The June DataQuick home-sales numbers for Southern California came out yesterday. Orange County prices and sales are still showing a downward trend: Prices were off 23 percent from June of 2007, and the median has slipped to $495,000. Sales were down, too: 27% less than last year.
But the market is showing signs of life in Riverside and San Bernardino counties, where bargain-hunters are swooping in to snatch up distressed properties. Sales in S.B. County were up 1.1% vs. June 2007; and RivCo’s were up a whopping 11 percent. Median prices, however, continued to fall: Riverside County’s stands at $275,000; San Bernardino County’s, at $240,000 — 31% and 34% less than last June, respectively.
The bargain-hunting is reflected in mortgage payment Southern California buyers are agreeing to pay. From DataQuick’s news release:
The typical monthly mortgage payment that Southland buyers committed themselves to paying was $1,671 last month, down from a $1,713 the previous month, and down from $2,430 a year ago. Adjusted for inflation, the current payment is at its lowest level five years. It’s 34.6 percent below its year-ago level and 22 percent lower than the spring of 1989, the peak of the prior real estate cycle.
Are we near the bottom? Here’s DataQuick analyst Andrew LePage’s take on the market, from the L.A. Times’ story:
The housing market “would really be in trouble if these bargain hunters weren’t so active,” DataQuick analyst Andrew LePage said.Without these buyers, homes would languish even longer on the market, leading to steeper price cuts, LePage said.

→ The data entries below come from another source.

// The library against the second implementation: every row of tests/golden/discrete_vectors.json,
// which tests/specification/second_discrete.py wrote by tests/golden/LAWS_DISCRETE.md.

#include "leat/distributions/bernoulli.hpp"
#include "leat/distributions/binomial.hpp"
#include "leat/distributions/categorical.hpp"
#include "leat/distributions/dirichlet.hpp"
#include "leat/distributions/geometric.hpp"
#include "leat/distributions/hypergeometric.hpp"
#include "leat/distributions/multinomial.hpp"
#include "leat/distributions/multivariate_normal.hpp"
#include "leat/distributions/negative_binomial.hpp"
#include "leat/distributions/poisson.hpp"
#include "leat/distributions/weighted_index.hpp"
#include "leat/distributions/zipf.hpp"
#include "leat/streams/source.hpp"
#include "leat/testing/engines.hpp"

#include <gtest/gtest.h>
#include <nlohmann/json.hpp>

#include <bit>
#include <cstddef>
#include <cstdint>
#include <cstdio>
#include <fstream>
#include <functional>
#include <limits>
#include <map>
#include <memory>
#include <set>
#include <string>
#include <vector>

namespace {

using nlohmann::json;
using reals = std::vector<double>;

/// A row's stream or its given words: one type, so that each law is compiled once.
struct row_words {
    using result_type = std::uint64_t;
    static constexpr result_type min() { return 0; }
    static constexpr result_type max() { return std::numeric_limits<result_type>::max(); }
    result_type operator()() {
        ++drawn;
        return next();
    }

    std::function<std::uint64_t()> next;
    std::uint64_t drawn = 0;
};

row_words words_of(const json& row) {
    if (row.contains("words")) {
        std::vector<std::uint64_t> words;
        for (const json& word : row.at("words")) {
            words.push_back(std::stoull(word.get<std::string>(), nullptr, 16));
        }
        return {leat::scripted(words)};
    }
    const json& path = row.at("path");
    const auto of_seed = leat::source(row.at("seed").get<std::uint64_t>());
    // Streams cannot be copied, which std::function asks for.
    const auto address =
        of_seed.stream(path.at(0).get<std::string>(), path.at(1).get<std::uint64_t>()).address();
    const auto s = std::make_shared<leat::stream>(address);
    s->seek(row.at("word").get<std::uint64_t>());
    return {[s] { return (*s)(); }, s->position()};
}

json kept(double x) {
    char text[17];
    std::snprintf(text, sizeof text, "%016llx",
                  static_cast<unsigned long long>(std::bit_cast<std::uint64_t>(x)));
    return text;
}
json kept(const reals& x) {
    json result = json::array();
    for (const double y : x) {
        result.push_back(kept(y));
    }
    return result;
}

using draw = std::function<json(row_words&)>;

/// Draws of a law of integers.
template <class Law>
draw integers(const Law& law) {
    return [law](row_words& g) { return json(law(g)); };
}
/// Draws of a law of several reals.
template <class Law>
draw vectors(const Law& law) {
    return [law](row_words& g) { return kept(law(g)); };
}

draw weighted_index_of(const json& p) {
    leat::weighted_index<> law(p[0].get<reals>());
    for (const json& update : p[1]) {
        law.update(update[0].get<std::int64_t>(), update[1].get<double>());
    }
    return integers(law);
}

struct law_row {
    std::function<draw(const json& parameters)> law;
    std::set<std::string> branches; // what the rows must reach between them
};

const std::map<std::string, law_row>& laws() {
    using std::int64_t;
    static const std::map<std::string, law_row> table{
        {"bernoulli",
         {[](const json& p) { return integers(leat::bernoulli(p[0].get<double>())); },
          {"equal to p", "further digits"}}},
        {"geometric",
         {[](const json& p) { return integers(leat::geometric<>(p[0].get<double>())); },
          {"beyond the type", "block, rejected", "blocks"}}},
        {"poisson",
         {[](const json& p) { return integers(leat::poisson<>(p[0].get<double>())); },
          {"inversion, sum of the rest", "rejection, mass", "rejection, out of range",
           "rejection, rejected", "rejection, squeeze"}}},
        {"binomial",
         {[](const json& p) {
              return integers(leat::binomial<>(p[0].get<int64_t>(), p[1].get<double>()));
          },
          {"inversion, sum of the rest", "rejection, mass", "rejection, out of range",
           "rejection, rejected", "rejection, squeeze"}}},
        {"negative_binomial",
         {[](const json& p) {
              return integers(leat::negative_binomial<>(p[0].get<double>(), p[1].get<double>()));
          },
          {"beyond the type", "gamma, boost", "gamma, logarithm", "gamma, rejected"}}},
        {"hypergeometric",
         {[](const json& p) {
              return integers(leat::hypergeometric<>(p[0].get<int64_t>(), p[1].get<int64_t>(),
                                                     p[2].get<int64_t>()));
          },
          {"inversion, neither is 0", "inversion, sum of the rest", "ratio, logarithm",
           "ratio, out of range", "ratio, quick", "ratio, quickly rejected", "ratio, rejected"}}},
        {"zipf",
         {[](const json& p) {
              return integers(leat::zipf<>(p[0].get<double>(), p[1].get<int64_t>()));
          },
          {"by area", "further digits", "further digits, beyond n", "near", "rejected"}}},
        {"categorical",
         {[](const json& p) { return integers(leat::categorical<>(p[0].get<reals>())); },
          {"alias", "one takes all", "own"}}},
        {"weighted_index", {weighted_index_of, {"at the very end"}}},
        {"multivariate_normal",
         {[](const json& p) {
              return vectors(
                  leat::multivariate_normal(p[0].get<reals>(), p[1].get<std::vector<reals>>()));
          },
          {"exactly 0", "singular"}}},
        {"dirichlet",
         {[](const json& p) { return vectors(leat::dirichlet(p[0].get<reals>())); },
          {"gamma, boost", "gamma, logarithm", "gamma, rejected"}}},
        {"multinomial",
         {[](const json& p) {
              return integers(leat::multinomial<>(p[0].get<int64_t>(), p[1].get<reals>()));
          },
          {"all", "others", "these"}}},
    };
    return table;
}

json read_vectors() {
    std::ifstream file(std::string(LEAT_TEST_DIR) + "/golden/discrete_vectors.json");
    return json::parse(file);
}

/// As many draws as the row has values.
json values(const json& row, const draw& next, row_words& g) {
    json result = json::array();
    for (std::size_t i = 0; i < row.at("values").size(); ++i) {
        result.push_back(next(g));
    }
    return result;
}

TEST(DiscreteVectors, TheLibraryGivesWhatThePageSays) {
    const json vectors = read_vectors();
    ASSERT_EQ(vectors.size(), laws().size());
    for (const auto& [name, law] : laws()) {
        std::set<std::string> missing = law.branches;
        for (const json& row : vectors.at(name)) {
            SCOPED_TRACE(name + row.at("parameters").dump().substr(0, 200));
            ASSERT_FALSE(row.at("values").empty());
            row_words g = words_of(row);
            EXPECT_EQ(values(row, law.law(row.at("parameters")), g), row.at("values"));
            EXPECT_EQ(g.drawn, row.at("position"));
            for (const json& branch : row.at("branches")) {
                missing.erase(branch.get<std::string>());
            }
        }
        EXPECT_TRUE(missing.empty()) << name << " never reaches: " << *missing.begin();
    }
}

// A word lost before the first draw shows in the values of every law.
TEST(DiscreteVectors, ALostWordShows) {
    const json vectors = read_vectors();
    for (const auto& [name, law] : laws()) {
        bool shows = false;
        for (const json& row : vectors.at(name)) {
            if (row.contains("path")) {
                row_words g = words_of(row);
                g();
                shows = shows || values(row, law.law(row.at("parameters")), g) != row.at("values");
            }
        }
        EXPECT_TRUE(shows) << name;
    }
}

} // namespace
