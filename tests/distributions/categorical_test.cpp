// categorical: fit, outcomes that must never come, what is refused, ISO C++ [rand.req.dist].

#include "support/alarm_budget.hpp"
#include "support/seeds.hpp"

#include "leat/distributions/categorical.hpp"
#include "leat/engines/xoshiro.hpp"
#include "leat/testing/engines.hpp"
#include "leat/uniform/uniform_integer.hpp"
#include "leat/uniform/unit.hpp"

#include <gtest/gtest.h>

#include <cmath>
#include <concepts>
#include <cstdint>
#include <limits>
#include <numeric>
#include <random>
#include <sstream>
#include <string>
#include <vector>

namespace {

using namespace leat_test;

constexpr int many = 1000000;

/// Draws from `sampler`, counted by outcome 0 .. n - 1.
template <class Sampler>
std::vector<std::uint64_t> counts_of(const Sampler& sampler, std::size_t n, leat::stream& g) {
    std::vector<std::uint64_t> counts(n);
    for (int i = 0; i < many; ++i) {
        ++counts.at(static_cast<std::size_t>(sampler(g)));
    }
    return counts;
}

/// Chi-square over the outcomes of positive weight; the others must have no draw. Reference: the
/// probabilities of std::discrete_distribution.
outcome report(const std::string& name, const std::vector<std::uint64_t>& counts,
               const std::vector<double>& weights) {
    const auto all = std::discrete_distribution<>(weights.begin(), weights.end()).probabilities();
    std::vector<std::uint64_t> seen;
    std::vector<double> probabilities;
    for (std::size_t i = 0; i < weights.size(); ++i) {
        if (weights[i] > 0) {
            seen.push_back(counts[i]);
            probabilities.push_back(all[i]);
        } else {
            EXPECT_EQ(counts[i], 0u) << name << ": outcome " << i << " has weight 0";
        }
    }
    return chi_square_test(name, seen, probabilities);
}

void check_weights(const std::string& name, const std::vector<double>& weights,
                   const std::vector<double>& in_proportion) {
    auto g = source_of_this_test().stream(name);
    check(report(name, counts_of(leat::categorical(weights), weights.size(), g), in_proportion));
}
void check_weights(const std::string& name, const std::vector<double>& weights) {
    check_weights(name, weights, weights);
}

TEST(CategoricalGoodness, Weights) {
    check_weights("two", {0.3, 0.7});
    check_weights("die", {1, 1, 1, 1, 1, 1});
    check_weights("powers of two", {1, 2, 4, 8, 16, 32, 64});
    check_weights("holes", {0, 3, 0, 0, 1, 1e-3, 0, 2.5, 0});
    std::vector<double> line(1000);
    std::iota(line.begin(), line.end(), 500);
    check_weights("a thousand", line);
    // Sums that no double holds: the reference has the same proportions.
    check_weights("huge", {1.6e308, 1.6e308, 0.8e308}, {2, 2, 1});
    check_weights("tiny", {0, 4.9e-324, 9.9e-324}, {0, 1, 2});
}

// The heavy outcome and the million light ones together: where a table in float goes wrong.
std::vector<double> one_heavy() {
    std::vector<double> weights(1 + (1U << 20), 1.0);
    weights[0] = 0x1p24;
    return weights;
}
constexpr double chance_of_light = 1.0 / 17; // 2^20 / (2^24 + 2^20)

template <class Sampler>
outcome report_light(const Sampler& sampler) {
    auto g = source_of_this_test().stream();
    std::uint64_t light = 0;
    for (int i = 0; i < many; ++i) {
        light += sampler(g) != 0 ? 1U : 0U;
    }
    return count_test("light outcomes", light, many, chance_of_light);
}

TEST(CategoricalGoodness, OneHeavyOutcomeAmongAMillion) {
    check(report_light(leat::categorical(one_heavy())));
}

/// Vose's algorithm as published (1991), in any floating-point type.
template <class Real>
class textbook_alias {
public:
    explicit textbook_alias(const std::vector<double>& weights)
        : keep_(weights.size(), Real{1}), alias_(weights.size()) {
        Real total = 0;
        for (const double w : weights) {
            total += static_cast<Real>(w);
        }
        std::vector<Real> p;
        std::vector<std::size_t> small;
        std::vector<std::size_t> large;
        for (std::size_t i = 0; i < weights.size(); ++i) {
            p.push_back(static_cast<Real>(weights[i]) / total * static_cast<Real>(weights.size()));
            (p[i] < 1 ? small : large).push_back(i);
        }
        while (!small.empty() && !large.empty()) {
            const std::size_t s = small.back();
            const std::size_t l = large.back();
            small.pop_back();
            keep_[s] = p[s];
            alias_[s] = l;
            p[l] = (p[l] + p[s]) - 1;
            if (p[l] < 1) {
                large.pop_back();
                small.push_back(l);
            }
        }
    }
    template <class G>
    std::size_t operator()(G& g) const {
        const auto j = static_cast<std::size_t>(leat::below(keep_.size(), g));
        return leat::unit(g) < static_cast<double>(keep_[j]) ? j : alias_[j];
    }

private:
    std::vector<Real> keep_;
    std::vector<std::size_t> alias_;
};

TEST(PlantedFaults, TextbookAliasInDoublePasses) {
    check(report_light(textbook_alias<double>(one_heavy())));
}

TEST(PlantedFaults, AliasTableBuiltInFloatIsRejected) {
    EXPECT_TRUE(is_rejected({report_light(textbook_alias<float>(one_heavy()))}));
}

TEST(PlantedFaults, ModuloOfAWordIsRejected) {
    auto g = source_of_this_test().stream();
    const auto by_modulo = [](leat::stream& words) { return (words() >> 56) % 100; };
    const std::vector<double> alike(100, 1.0);
    EXPECT_TRUE(is_rejected({report("modulo", counts_of(by_modulo, 100, g), alike)}));
}

// P3: an outcome of weight 0 does not come, whatever the words; nor does anything out of range.
TEST(Categorical, NoWordGivesAnOutcomeOfWeightZero) {
    std::vector<double> weights(37);
    for (std::size_t i = 0; i < weights.size(); ++i) {
        weights[i] = i % 5 == 2 ? std::pow(1e40, static_cast<double>(i) / 5 - 4) : 0;
    }
    const leat::categorical law(weights);
    const auto positive = [&](std::int64_t k) {
        return weights.at(static_cast<std::size_t>(k)) > 0;
    };
    leat::all_zeros zeros;
    leat::all_ones ones;
    EXPECT_TRUE(positive(law(zeros)));
    EXPECT_TRUE(positive(law(ones)));
    leat::xoshiro256_plus_plus g{1};
    for (int i = 0; i < 100000; ++i) {
        leat::constant word{g() & (~std::uint64_t{0} << (i % 64))}; // ends of columns too
        ASSERT_TRUE(positive(law(word)));
    }
}

TEST(Categorical, LeastWeightsBesideLargestDoNotDisturb) {
    const leat::categorical law({1e-300, 1e300, 4.9e-324, 0, 1e300});
    leat::xoshiro256_plus_plus g{2};
    for (int i = 0; i < 10000; ++i) {
        const auto k = law(g);
        ASSERT_TRUE(k == 1 || k == 4);
    }
    const leat::categorical one({0, 0, 4.9e-324, 0});
    for (int i = 0; i < 1000; ++i) {
        ASSERT_EQ(one(g), 2);
    }
}

TEST(Categorical, OneWordADraw) {
    const leat::categorical law({1, 2, 3});
    leat::xoshiro256_plus_plus g{3};
    leat::xoshiro256_plus_plus words{3};
    for (int i = 0; i < 100; ++i) {
        static_cast<void>(law(g));
        words();
    }
    EXPECT_EQ(g, words);
}

// Values by hand from the definition.
TEST(Categorical, MomentsAndChances) {
    const leat::categorical law({1, 0, 2, 5});
    EXPECT_DOUBLE_EQ(law.mean(), 2.375);        // (2 * 2 + 3 * 5) / 8
    EXPECT_DOUBLE_EQ(law.variance(), 0.984375); // (4 * 2 + 9 * 5) / 8 - 2.375^2
    EXPECT_EQ(law.density(0), 0.125);
    EXPECT_EQ(law.density(1), 0);
    EXPECT_EQ(law.density(3), 0.625);
    EXPECT_EQ(law.density(-1), 0);
    EXPECT_EQ(law.density(4), 0);
    EXPECT_EQ(law.density(2.5), 0);
    EXPECT_EQ(law.cumulative(-1), 0);
    EXPECT_EQ(law.cumulative(0), 0.125);
    EXPECT_EQ(law.cumulative(1), 0.125);
    EXPECT_EQ(law.cumulative(2), 0.375);
    EXPECT_EQ(law.cumulative(3), 1);
    EXPECT_EQ(law.quantile(0.125), 0);
    EXPECT_EQ(law.quantile(0.126), 2);
    EXPECT_EQ(law.quantile(0.375), 2);
    EXPECT_EQ(law.quantile(0.9), 3);
    EXPECT_THROW(static_cast<void>(law.quantile(1)), leat::invalid_parameter);
    const leat::categorical far({1e300, 1e-5, 1e-300});
    EXPECT_DOUBLE_EQ(far.density(1), 1e-305);
    EXPECT_EQ(far.density(2), 0); // 1e-600
    EXPECT_DOUBLE_EQ(leat::categorical({1.7e308, 1.7e308}).mean(), 0.5);
    EXPECT_DOUBLE_EQ(leat::categorical({5e-324, 5e-324}).variance(), 0.25);
}

template <class Make>
std::string refusal(Make make) {
    try {
        make();
    } catch (const leat::invalid_parameter& e) {
        return e.what();
    }
    return "nothing refused";
}

TEST(Categorical, RefusesWhatIsNoListOfWeightsAndNamesTheEntry) {
    const auto made_of = [](const std::vector<double>& weights) {
        return refusal([&] { static_cast<void>(leat::categorical(weights)); });
    };
    EXPECT_EQ(made_of({}), "leat::categorical: size of weights = 0, must be at least 1");
    EXPECT_EQ(made_of({0, 0}), "leat::categorical: sum of weights = 0, must be > 0");
    EXPECT_EQ(made_of({1, 2, -0.5}),
              "leat::categorical: weights[2] = -0.5, must be finite and >= 0");
    EXPECT_EQ(made_of({std::numeric_limits<double>::infinity(), 1}),
              "leat::categorical: weights[0] = inf, must be finite and >= 0");
    EXPECT_EQ(made_of({1, std::numeric_limits<double>::quiet_NaN()})
                  .find("leat::categorical: weights[1] = "),
              0u);
    const std::vector<double> most(128, 1.0);
    EXPECT_EQ(leat::categorical<std::int8_t>(most).max(), 127);
    EXPECT_EQ(refusal([] {
                  static_cast<void>(leat::categorical<std::int8_t>(std::vector<double>(129, 1.0)));
              }),
              "leat::categorical: size of weights = 129, must be at most what the integer type can "
              "number");
}

// [rand.req.dist], as requirements_test.cpp has it for laws whose parameters are numbers.
TEST(Categorical, MeetsTheRequirementsOfIso) {
    using law = decltype(leat::categorical({1.0, 2.0}));
    using parameters = law::param_type;
    static_assert(std::same_as<law, leat::categorical<std::int64_t>>);
    static_assert(std::same_as<law::result_type, std::int64_t>);
    static_assert(std::same_as<parameters::distribution_type, law>);
    static_assert(std::regular<law> && std::regular<parameters>);
    static_assert(std::is_aggregate_v<parameters>);
    static_assert(!std::is_convertible_v<parameters, law>);

    EXPECT_EQ(law{}.param(), parameters{});
    const parameters p{.weights = {3, 0, 4}};
    const law d{p};
    EXPECT_EQ(d.param(), p);
    EXPECT_NE(d, law{});
    EXPECT_EQ(d.min(), 0);
    EXPECT_EQ(d.max(), 2);
    law changed;
    changed.param(p);
    EXPECT_EQ(changed, d);
    EXPECT_THROW(changed.param(parameters{{1, -1}}), leat::invalid_parameter);
    EXPECT_EQ(changed, d);
    leat::xoshiro256_plus_plus one{7};
    leat::xoshiro256_plus_plus two{7};
    std::minstd_rand odd_range{1};
    for (int i = 0; i < 1000; ++i) {
        const auto k = d(one);
        ASSERT_EQ(law{}(two, p), k);
        ASSERT_NE(d(odd_range), 1);
    }
    EXPECT_EQ(law{}(one), 0);
}

TEST(Categorical, TextRoundTripAndGarbage) {
    const leat::categorical d({0.1, 0, 1e300});
    std::stringstream text;
    text << std::hex << d << ' ' << leat::categorical<>{};
    EXPECT_EQ(text.str(), "3 x3fb999999999999a x0000000000000000 x7e37e43c8800759c "
                          "1 x3ff0000000000000");
    leat::categorical<> first;
    leat::categorical<> second = d;
    text >> first >> second;
    EXPECT_TRUE(text);
    EXPECT_EQ(first, d);
    EXPECT_EQ(second, leat::categorical<>{});
    for (const char* garbage : {"", "x", "0", "1", "-1 x3ff0000000000000", "2 x3ff0000000000000",
                                "1 x0000000000000000", "2 x3ff0000000000000 xbff0000000000000",
                                "1 x7ff8000000000000", "18446744073709551615 x3ff0000000000000"}) {
        std::istringstream is{garbage};
        leat::categorical target = d;
        is >> target;
        EXPECT_TRUE(is.fail()) << garbage;
        EXPECT_EQ(target, d) << garbage;
    }
}

} // namespace
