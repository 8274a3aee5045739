// The library against the second implementation: every row of tests/golden/law_vectors.json, which
// tests/specification/second_laws.py wrote by tests/golden/LAWS.md. Values to the bit, and the
// words they consume.

#include "leat/core/arctangent.hpp"
#include "leat/core/exponential.hpp"
#include "leat/core/log_gamma.hpp"
#include "leat/core/logarithm.hpp"
#include "leat/core/power.hpp"
#include "leat/core/sine_cosine.hpp"
#include "leat/distributions/beta.hpp"
#include "leat/distributions/cauchy.hpp"
#include "leat/distributions/chi_squared.hpp"
#include "leat/distributions/empirical.hpp"
#include "leat/distributions/erlang.hpp"
#include "leat/distributions/exponential.hpp"
#include "leat/distributions/fisher_f.hpp"
#include "leat/distributions/gamma.hpp"
#include "leat/distributions/gumbel.hpp"
#include "leat/distributions/inverse_gaussian.hpp"
#include "leat/distributions/laplace.hpp"
#include "leat/distributions/logistic.hpp"
#include "leat/distributions/lognormal.hpp"
#include "leat/distributions/maxwell.hpp"
#include "leat/distributions/normal.hpp"
#include "leat/distributions/pareto.hpp"
#include "leat/distributions/piecewise_linear.hpp"
#include "leat/distributions/rayleigh.hpp"
#include "leat/distributions/student_t.hpp"
#include "leat/distributions/triangular.hpp"
#include "leat/distributions/truncated_normal.hpp"
#include "leat/distributions/von_mises.hpp"
#include "leat/distributions/weibull.hpp"
#include "leat/streams/source.hpp"
#include "leat/uniform/open_interval.hpp"
#include "leat/uniform/permute.hpp"

#include <gtest/gtest.h>
#include <nlohmann/json.hpp>

#include <array>
#include <bit>
#include <cstddef>
#include <cstdint>
#include <cstdio>
#include <fstream>
#include <limits>
#include <map>
#include <numeric>
#include <set>
#include <string>
#include <type_traits>
#include <vector>

namespace {

using nlohmann::json;

json vectors() {
    std::ifstream file(std::string(LEAT_TEST_DIR) + "/golden/law_vectors.json");
    return json::parse(file);
}

/// A number, an infinite end, or a list of numbers.
template <class Parameter>
Parameter parameter(const json& x) {
    if constexpr (std::is_floating_point_v<Parameter>) {
        if (x.is_string()) {
            constexpr Parameter infinity = std::numeric_limits<Parameter>::infinity();
            return x == "infinity" ? infinity : -infinity;
        }
    }
    return x.get<Parameter>();
}

std::string bits(double x) {
    std::array<char, 17> text{};
    std::snprintf(text.data(), text.size(), "%016llx",
                  static_cast<unsigned long long>(std::bit_cast<std::uint64_t>(x)));
    return text.data();
}
std::string bits(float x) {
    std::array<char, 9> text{};
    std::snprintf(text.data(), text.size(), "%08lx",
                  static_cast<unsigned long>(std::bit_cast<std::uint32_t>(x)));
    return text.data();
}

/// A value drawn from the stream with a row's parameters, as the file holds it.
using draw = json (*)(const json& parameters, leat::stream& s);

/// The law with the row's parameters, one for each field of its aggregate.
template <class Law>
Law law_of(const json& parameters) {
    typename Law::param_type p;
    std::size_t i = 0;
    Law::param_type::each(p, [&](const char*, auto& field) {
        field = parameter<std::remove_reference_t<decltype(field)>>(parameters.at(i));
        ++i;
    });
    EXPECT_EQ(i, parameters.size());
    return Law(p);
}

template <class Law>
json draw_of(const json& parameters, leat::stream& s) {
    return bits(law_of<Law>(parameters)(s));
}
template <class Law>
json draw_log_of(const json& parameters, leat::stream& s) {
    return bits(law_of<Law>(parameters).draw_log(s));
}

std::vector<std::uint64_t> first_integers(const json& count) {
    std::vector<std::uint64_t> items(count.get<std::size_t>());
    std::iota(items.begin(), items.end(), std::uint64_t{0});
    return items;
}

struct section {
    const char* name;
    draw as_double; // or of whole numbers
    draw as_float;
};

template <leat::ends Ends>
constexpr section uniform(const char* name) {
    return {name, draw_of<leat::uniform<double, Ends>>, draw_of<leat::uniform<float, Ends>>};
}

template <template <class> class Law>
constexpr section law(const char* name) {
    return {name, draw_of<Law<double>>, draw_of<Law<float>>};
}

const section sections[] = {
    law<leat::beta>("beta"),
    law<leat::cauchy>("cauchy"),
    law<leat::chi_squared>("chi_squared"),
    law<leat::empirical>("empirical"),
    law<leat::erlang>("erlang"),
    law<leat::exponential>("exponential"),
    law<leat::fisher_f>("fisher_f"),
    law<leat::gamma>("gamma"),
    {"gamma.draw_log", draw_log_of<leat::gamma<double>>, draw_log_of<leat::gamma<float>>},
    law<leat::gumbel>("gumbel"),
    law<leat::inverse_gaussian>("inverse_gaussian"),
    law<leat::laplace>("laplace"),
    law<leat::logistic>("logistic"),
    law<leat::lognormal>("lognormal"),
    law<leat::maxwell>("maxwell"),
    law<leat::normal>("normal"),
    law<leat::pareto>("pareto"),
    {"pick",
     [](const json& p, leat::stream& s) {
         std::vector<std::uint64_t> items = first_integers(p.at(0));
         return json(leat::pick(items, s));
     },
     nullptr},
    law<leat::piecewise_linear>("piecewise_linear"),
    law<leat::rayleigh>("rayleigh"),
    {"sample_without_replacement",
     [](const json& p, leat::stream& s) {
         return json(leat::sample_without_replacement(p.at(0).get<std::uint64_t>(),
                                                      p.at(1).get<std::uint64_t>(), s));
     },
     nullptr},
    {"shuffle",
     [](const json& p, leat::stream& s) {
         std::vector<std::uint64_t> items = first_integers(p.at(0));
         leat::shuffle(items, s);
         return json(items);
     },
     nullptr},
    law<leat::student_t>("student_t"),
    law<leat::triangular>("triangular"),
    law<leat::truncated_normal>("truncated_normal"),
    uniform<leat::ends::open>("uniform"),
    uniform<leat::ends::closed>("uniform.closed"),
    uniform<leat::ends::closed_open>("uniform.closed_open"),
    uniform<leat::ends::open_closed>("uniform.open_closed"),
    law<leat::von_mises>("von_mises"),
    law<leat::weibull>("weibull"),
};

void check(const section& law, const json& row) {
    SCOPED_TRACE(row.dump());
    const json& path = row.at("path");
    leat::stream s = leat::source(row.at("seed").get<std::uint64_t>())
                         .stream(path.at(0).get<std::string>(), path.at(1).get<std::uint64_t>());
    s.seek(row.at("word").get<std::uint64_t>());
    const draw one = row.at("real") == "float" ? law.as_float : law.as_double;
    ASSERT_NE(one, nullptr);
    ASSERT_FALSE(row.at("values").empty());
    for (const json& value : row.at("values")) {
        EXPECT_EQ(one(row.at("parameters"), s), value);
    }
    EXPECT_EQ(s.position(), row.at("position"));
}

TEST(LawVectors, EveryRowToTheBit) {
    const json file = vectors();
    std::set<std::string> names;
    for (const section& law : sections) {
        names.insert(law.name);
        SCOPED_TRACE(law.name);
        ASSERT_TRUE(file.contains(law.name));
        const json& rows = file.at(law.name);
        EXPECT_GE(rows.size(), 2u);
        bool in_float = law.as_float == nullptr;
        for (const json& row : rows) {
            check(law, row);
            in_float = in_float || row.at("real") == "float";
        }
        EXPECT_TRUE(in_float) << "no row of floats";
    }
    for (const auto& [name, rows] : file.items()) {
        EXPECT_TRUE(names.contains(name) || name.starts_with("function "))
            << name << " is not checked";
    }
}

/// A function of one or two reals, with one or two values.
using function = json (*)(double x, double y);

const std::map<std::string, function> functions = {
    {"arctangent", [](double y, double x) { return json{bits(leat::detail::arctangent(y, x))}; }},
    {"exp", [](double x, double) { return json{bits(leat::detail::natural_exp(x))}; }},
    {"expm1", [](double x, double) { return json{bits(leat::detail::exp_minus_one(x))}; }},
    {"log1p", [](double x, double) { return json{bits(leat::detail::log_one_plus(x))}; }},
    {"log_gamma", [](double x, double) { return json{bits(leat::detail::log_gamma(x))}; }},
    {"log_parts",
     [](double x, double) {
         const leat::detail::two_part log = leat::detail::log_parts(x);
         return json{bits(log.high), bits(log.low)};
     }},
    {"power", [](double x, double y) { return json{bits(leat::detail::power(x, y))}; }},
    {"sine_cosine",
     [](double x, double) {
         const leat::detail::sine_and_cosine both = leat::detail::sine_cosine(x);
         return json{bits(both.sine), bits(both.cosine)};
     }},
};

TEST(LawVectors, CoreMathsToTheBit) {
    const json file = vectors();
    std::size_t found = 0;
    for (const auto& [name, rows] : file.items()) {
        if (!name.starts_with("function ")) {
            continue;
        }
        ++found;
        SCOPED_TRACE(name);
        const function f = functions.at(name.substr(9));
        const json& arguments = rows.at(0).at("arguments");
        const json& values = rows.at(0).at("values");
        ASSERT_GT(values.size(), 100u);
        ASSERT_EQ(arguments.size(), values.size());
        for (std::size_t i = 0; i < values.size(); ++i) {
            const auto x = parameter<double>(arguments[i].at(0));
            const double y = arguments[i].size() > 1 ? parameter<double>(arguments[i].at(1)) : 0.0;
            EXPECT_EQ(f(x, y), values[i]) << arguments[i];
        }
    }
    EXPECT_EQ(found, functions.size());
}

} // namespace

But he cautioned that the uptick in sales activity probably wouldn’t lead to a bump in values in the near-term.“At some point prices stabilize, but that is six to 12 months later easily,” LePage said. “Then you’re also looking at years of relative stagnation” before prices actually rise.”
Christopher Thornburg of Beacon Economics also thinks the market still has room to fall.
By the time the slump is over, home values throughout the region will be down about the same amount — probably 40% to 50% below peak levels, predicts [Thornberg]. Home values in Los Angeles and Orange counties are down roughly 25% from their peaks last year.
“In the places that were harder hit, it’s pretty clear we’re getting close to the bottom,” Thornberg said, but “places like West L.A. — where people said, ‘It can’t happen here’ — are starting to stumble now. It’s a function of time.”
Foreclosures are figuring heavily into sales statistics, according to The Times’ story:
In Orange County, for instance, foreclosures and short sales constitute the majority of homes for sale in eight cities, among them Aliso Viejo, Santa Ana, Garden Grove and Anaheim, according to an analysis of listing data by Aliso Viejo real estate broker Steven Thomas.Overall, foreclosed homes made up 41.1% of the homes sold in June, the first time the percentage has topped 40% in this real estate cycle. In June 2007, foreclosed homes made up just 7.3% of home sales.